Undergraduate Degree - Computational Data Science

Program:
Computational Data Science
Program Code:
8096 Computational Data Science
Program Level:
Undergraduate
Award Type:
Bachelor of Science
Start Term:
FS19


Excerpt from the official Academic Programs Catalog:

Listed below are the approved requirements for the program from the official Academic Programs Catalog.
Students must consult their advisors to learn which specific requirements apply to their degree programs.
Following this section are the requirements as represented in Degree Navigator, MSU's online advising tool. The Degree Navigator section is only available for programs using Degree Navigator for degree certification.

College of Engineering

Department of Computer Science and Engineering

Undergraduate Programs
Computational Data Science

The Bachelor of Science degree in Computational Data Science focuses on the computational foundations of data science, providing an in-depth understanding of the algorithms and data structures for storing, manipulating, visualizing, and learning from large data sets. Students in the program have unique access to a wide range of fundamental computer science courses in topics ranging from mobile application and web development to theory of computation and fundamental algorithms.
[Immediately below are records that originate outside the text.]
//! The balances over one basis, as sparse rows of `f64`.
//!
//! Unknowns are `u_j`, the ln activity of the line in each free slot, that of water taken
//! as one. A present species has `ln c_i = constant_i + Σ_j α_ij u_j + shift_i`, the shift
//! holding activity coefficients and the activity of water only; and every free slot has the row `Σ_i α_ij c_i = total_j`.

use super::frame::{Frame, Slot};

#[derive(Clone, Debug, Default)]
pub(super) struct Coordinates {
    /// The present species, by their index in the system.
    pub species: Vec<usize>,
    /// The free slots.
    pub slots: Vec<usize>,
    /// Where each present species' entries start; one more at the end.
    starts: Vec<u32>,
    entries: Vec<(u32, f64)>,
    pub constants: Vec<f64>,
    pub totals: Vec<f64>,
    /// Whether any present species has a positive, and a negative, coefficient.
    pub signs: Vec<(bool, bool)>,
    /// Coefficients of held phases that move with activity coefficients or with the
    /// activity of water: (present species, phase, α).
    pub held: Vec<(usize, usize, f64)>,
    /// For each free slot, the present species that stands in it.
    pub basis_species: Vec<Option<usize>>,
}

impl Coordinates {
    pub fn new(frame: &Frame) -> Self {
        let system = frame.system;
        let slots: Vec<usize> =
            (0..frame.slots.len()).filter(|&s| frame.slots[s] == Slot::Free).collect();
        // Of each slot, which free one it is.
        let mut place = vec![0; frame.slots.len()];
        slots.iter().enumerate().for_each(|(j, &slot)| place[slot] = j);
        let offsets: Vec<f64> = slots.iter().map(|&s| frame.offset(s)).collect();
        let species: Vec<usize> = (0..system.species.len()).filter(|&i| frame.present[i]).collect();
        let mut out = Self {
            starts: Vec::with_capacity(species.len() + 1),
            entries: Vec::with_capacity(4 * species.len()),
            constants: Vec::with_capacity(species.len()),
            totals: slots.iter().map(|&s| frame.total(s).value()).collect(),
            signs: vec![(false, false); slots.len()],
            held: Vec::new(),
            basis_species: vec![None; slots.len()],
            species,
            slots,
        };
        for (i, &line) in out.species.iter().enumerate() {
            out.starts.push(out.entries.len() as u32);
            let mut constant = system.species[line].ln_k;
            frame.basis.each(line, |slot, value| match frame.slots[slot] {
                Slot::Free => {
                    let j = place[slot];
                    constant -= value * offsets[j];
                    out.entries.push((j as u32, value));
                    if value > 0.0 {
                        out.signs[j].0 = true;
                    } else {
                        out.signs[j].1 = true;
                    }
                    if frame.basis.line(slot) == line {
                        out.basis_species[j] = Some(i);
                    }
                }
                Slot::Held(k) => {
                    constant += value * system.fixed[k].ln_value;
                    let fixed = &system.fixed[k];
                    if fixed.concentration_of.is_some() || fixed.water != 0.0 {
                        out.held.push((i, k, value));
                    }
                }
                Slot::Empty => {}
            });
            out.constants.push(constant);
        }
        out.starts.push(out.entries.len() as u32);
        out
    }

    /// The entries of a present species: (free slot, α).
    pub fn row(&self, i: usize) -> &[(u32, f64)] {
        &self.entries[self.starts[i] as usize..self.starts[i + 1] as usize]
    }
}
Students can tailor their degree to their unique interests and requirements, with an emphasis on computational foundations.

Requirements for the Bachelor of Science Degree in Computational Data Science
  1. The University requirements for bachelor's degrees as described in the Undergraduate Education section of this catalog; 120 credits, including general elective credits, are required for the Bachelor of Science degree in Computational Data Science.

    The University's Tier II writing requirement for the Computational Data Science major is met by completing Computational Mathematics, Science and Engineering 495, referenced in item 3. b. below.

    Students who are enrolled in the College of Engineering may complete the alternative track to Integrative Studies in Biological and Physical Sciences that is described in item 1. under the heading Graduation Requirements for All Majors in the College statement.
  2. The requirements of the College of Engineering for the Bachelor of Science degree.

    The credits earned in certain courses referenced in requirement 3. below may be counted toward College requirements as appropriate.
  3. The following requirements for the major:
    a. Bioscience (4 to 6 credits)
    (1) One of the following courses:
    BS   161 Cell and Molecular Biology  3
       ENT  205 Pests, Society and Environment  3
    IBIO   150 Integrating Biology: From DNA to Populations  3
          MMG  141 Introductory Human Genetics  3
          MMG   201 Fundamentals of Microbiology  3
          PLB   105 Plant Biology  3
          PSL  250 Introductory Physiology  4
    (2) One of the following courses:
    BS  171 Cell and Molecular Biology Laboratory  2
          CEM  161 Chemistry Laboratory I  1
          CEM  162 Chemistry Laboratory II  1
          PHY  191 Physics Laboratory for Scientists, I  1
          PHY  192 Physics Laboratory for Scientists, II  1
          PLB  106 Plant Biology Laboratory 1
    b.  All of the following courses (44 credits):
    CMSE  201 Introduction to Computational Modeling and Data Analysis 4
       CMSE  381 Fundamentals of Data Science Methods  4
       CMSE  382 Optimization Methods in Data Science  4
       CMSE  495 Experiential Learning in Data Science (W) 4
    CSE  232 Introduction to Programming II  4
    CSE 300 Social, Ethical, and Professional Issues in Computer Science 1
       CSE  331 Algorithms and Data Structures  3
       CSE  404 Introduction to Machine Learning  3
       CSE  482 Big Data Analysis  3
       CSE  480 Database Systems  3
    MTH  314 Matrix Algebra with Computational Applications 3
    STT  180 Introduction to Data Science  4
       STT  380 Probability and Statistics for Data Science  4
    c.  Two courses selected from the following (6 credits): 
    CSE  402 Biometrics and Pattern Recognition  3
       CSE  415 Introduction to Parallel Computing  3
       CSE  431 Algorithm Engineering  3
       CSE  440 Introduction to Artificial Intelligence  3
    Computer Science and Engineering 415 and Computational Science, Mathematics and Engineering 401 may not be used to fulfill both requirements c. and d.
    d.  Two courses selected from the following (6 credits):
    CMSE  401 Methods for Parallel Computing  4
       CMSE  402 Data Visualization Principles and Techniques 3
    CSE  402 Biometrics and Pattern Recognition  3
       CSE  415 Introduction to Parallel Computing  3
       CSE  431 Algorithm Engineering  3
       CSE  440 Introduction to Artificial Intelligence  3
       CSE  471 Media Processing and Multimedia Computing  3
       CSE  472 Computer Graphics  3
       MTH  451 Numerical Analysis I  3
       MTH  468 Predictive Analytics 3
       STT  464 Statistics for Biologists  3
       STT  465 Bayesian Statistical Methods  3
    Computer Science and Engineering 415 and Computational Science, Mathematics and Engineering 401 may not be used to fulfill both requirements c. and d.